In 2000, there were 254 workers who commuted into the municipality and 229 workers who commuted away. The municipality is a net importer of workers, with about 1.1 workers entering the municipality for every one leaving. Of the working population, 10.2% used public transportation to get to work, and 51.5% used a private car.

==Religion==
From the 2000 census, 103 or 12.7% were Roman Catholic, while 556 or 68.5% belonged to the Swiss Reformed Church. Of the rest of the population, there was 1 member of an Orthodox church, and there were 66 individuals (or about 8.13% of the population) who belonged to another Christian church. There were 2 individuals (or about 0.25% of the population) who were Jewish, and 8 (or about 0.99% of the population) who were Islamic. There was 1 person who was Buddhist and 2 individuals who were Hindu. 80 (or about 9.85% of the population) belonged to no church, are agnostic or atheist, and 26 individuals (or about 3.20% of the population) did not answer the question.

==Education==
In Gampelen about 310 or (38.2%) of the population have completed non-mandatory upper secondary education, and 68 or (8.4%) have completed additional higher education (either university or a Fachhochschule). Of the 68 who completed tertiary schooling, 73.5% were Swiss men, 14.7% were Swiss women, 8.8% were non-Swiss men.

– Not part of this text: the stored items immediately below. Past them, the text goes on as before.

def test_points_inside_on_and_in_the_walls_of_an_enclosure(write_scenario):
    path = write_scenario(ENCLOSED)
    points = probe(
        path,
        (0.1, 0.0, 1.0),  # on the source, inside the cavity
        (0.0, 0.0, 1.0),  # cavity centre
        (0.25, 0.0, 1.0),  # inner face of the +x wall, at the slot
        (0.251, 0.0, 1.0),  # inside the wall
        (0.252, 0.0, 1.0),  # outer face, at the slot
        (0.302, 0.0, 1.0),  # 5 cm outside the slot
        (0.0, 0.2011, 1.0),  # inside the -y/+y wall, no opening there
        (1e5, 0.0, 1.0),  # far away
    )
    assert all(p["power_density_w_m2"] >= 0 for p in points)
    cavity, outside_5cm = points[1], points[5]
    # A nearly closed steel box holds far more than leaks out through a 3 cm slot.
    assert cavity["power_density_w_m2"] > outside_5cm["power_density_w_m2"]


def test_control_characters_in_the_name_draw_without_warnings(write_scenario, tmp_path):
    text = ISOTROPIC.replace('name = "test point source"', 'name = "bench \\u001b[31m B2"')
    path = write_scenario(text)
    assert "\x1b" in load_scenario_name(path)
    result = run("assess", path, "--out", tmp_path / "out", "--pixels", "5", "--json")
    assert_clean_exit(result, allowed=(0,))


def load_scenario_name(path) -> str:
    from keepclear.fields.scenario import load_scenario

    return load_scenario(path).name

The Canton of Bern school system provides one year of non-obligatory Kindergarten, followed by six years of Primary school. This is followed by three years of obligatory lower Secondary school where the students are separated according to ability and aptitude. Following the lower Secondary students may attend additional schooling or they may enter an apprenticeship.

During the 2010–11 school year, there were a total of 60 students attending classes in Gampelen. There was one kindergarten class with a total of 13 students in the municipality. Of the kindergarten students, 23.1% were permanent or temporary residents of Switzerland (not citizens) and 46.2% have a different mother language than the classroom language. The municipality had 3 primary classes and 47 students. Of the primary students, 10.6% were permanent or temporary residents of Switzerland (not citizens) and 34.0% have a different mother language than the classroom language.

As of 2000, there were 8 students in Gampelen who came from another municipality, while 45 residents attended schools outside the municipality.

==Penitentiary of Witzwil==
The main seat of the penitentiary of Witzwil lies on the municipality's territory. Witzwil is a men's prison, holding up to 200 inmates. It is also the largest farm in Switzerland with a total agricultural land area of 612 hectares.